破舊的衣衫被地麵摩擦得捲了起來,露出那瘦骨嶙峋的脊背。
那人掙紮著想要起身, 手伸到背後去理衣服,卻被淩司辰趕上,一腳踩住了那還冇來得及收回的手腕, 反扭著和身體一道壓了下去, 強勁的力道將那人死死按在地上。
那怪人疼得直叫喚:“疼疼疼!好漢放手哇!小生真的無意害您啊!”
淩司辰微鬆了些力道,讓底下的人能把手抽回去。

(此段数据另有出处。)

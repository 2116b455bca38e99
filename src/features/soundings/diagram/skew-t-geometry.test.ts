import { describe, expect, it } from 'vitest';
import { pathThrough, skewT } from './skew-t-geometry';

// A frame chosen so the transform can be evaluated by hand: 900 px for 90 K (10 px/K),
// 600 px for one decade of pressure (1000 → 100 hPa), skew 1 (45°).
const handFrame = {
  left: 0,
  top: 0,
  width: 900,
  height: 600,
  pressureBottomHpa: 1000,
  pressureTopHpa: 100,
  temperatureLeftC: -40,
  temperatureRightC: 50,
  skew: 1,
};

describe('skewT', () => {
  it('places (316.23 hPa, −20 °C) at (500, 300), derived by hand from the transform definition', () => {
    // y = 600 · (ln 10^2.5 − ln 100)/(ln 1000 − ln 100) = 600 · 0.5 = 300;
    // x = (−20 − (−40)) · 10 + 1 · (600 − 300) = 200 + 300 = 500.
    const point = skewT(handFrame).toPoint(10 ** 2.5, -20);
    expect(point.y).toBeCloseTo(300, 9);
    expect(point.x).toBeCloseTo(500, 9);
  });

  it('puts 1000 hPa on the bottom edge and 100 hPa on the top edge', () => {
    const transform = skewT(handFrame);
    expect(transform.pressureToY(1000)).toBeCloseTo(600, 9);
    expect(transform.pressureToY(100)).toBeCloseTo(0, 9);
  });

  it('puts 1050 hPa and 100 hPa at the ends of the full-diagram axis', () => {
    const transform = skewT({ ...handFrame, top: 16, height: 560, pressureBottomHpa: 1050 });
    expect(transform.pressureToY(1050)).toBeCloseTo(576, 9);
    expect(transform.pressureToY(100)).toBeCloseTo(16, 9);
  });

  it('skews isotherms: 0 °C moves 600 px right from 1000 to 100 hPa with skew 1', () => {
    const transform = skewT(handFrame);
    expect(transform.toPoint(100, 0).x - transform.toPoint(1000, 0).x).toBeCloseTo(600, 9);
  });

  it('round-trips through the inverse', () => {
    const transform = skewT({ ...handFrame, left: 48, top: 12, skew: 0.8 });
    for (const [pressureHpa, temperatureC] of [
      [1013, 25],
      [850, 12.5],
      [500, -17],
      [250, -52],
      [120, -60],
    ] as const) {
      const back = transform.fromPoint(transform.toPoint(pressureHpa, temperatureC));
      expect(back.pressureHpa).toBeCloseTo(pressureHpa, 9);
      expect(back.temperatureC).toBeCloseTo(temperatureC, 9);
    }
  });
});

describe('pathThrough', () => {
  it('breaks the line at null points', () => {
    expect(pathThrough([{ x: 0, y: 0 }, { x: 1, y: 1 }, null, { x: 2, y: 2 }, { x: 3, y: 3 }])).toBe('M0.0,0.0L1.0,1.0M2.0,2.0L3.0,3.0');
  });
});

然而, 就在那手縮回的一瞬間, 淩司辰的目光陡然一凝——那人手腕上,赫然顯現出一道奇特的印記。
他蹙眉,迅速蹲下身,一把抓住那隻手, 細細端詳。
這印記,他認得——分明是地牢的烙印!
他曾隨兄長淩北風去過一次崑崙地牢,親眼見過那些被關押的罪修。那時, 淩北風也曾告訴他關於潛風穀的事:
當年潛風穀之人與魔族為伍,違逆天道, 觸犯了仙門律法。此事驚動了玉清門,聯手文家老宗主,合力剷除了潛風穀。除了逃亡的穀主一乾人,其餘穀中上百罪孽,被儘數押入崑崙地牢。
這已經是十八年前的事了。
他一把將那人提拉起來, 逼至角落。
“你是潛風穀的罪修!?怎會在這冥宮之中!”
那怪人繼續慘叫連連, “小生……小生是從地牢摸爬滾打過來的!在這劍塚宮裡找了個安身之地,已經待了十來年了!”
淩司辰聞言, 眉頭緊鎖,卻也冇再動手。
略一思索,最終鬆了力道,將那怪人放了下來。
怪人一落地,便癱軟在地,隨即狂咳不止,雙手緊捂著胸口。半晌,他才勉強平複過來,仰頭看著滿臉戒備的少年,嘴角牽起一絲苦笑。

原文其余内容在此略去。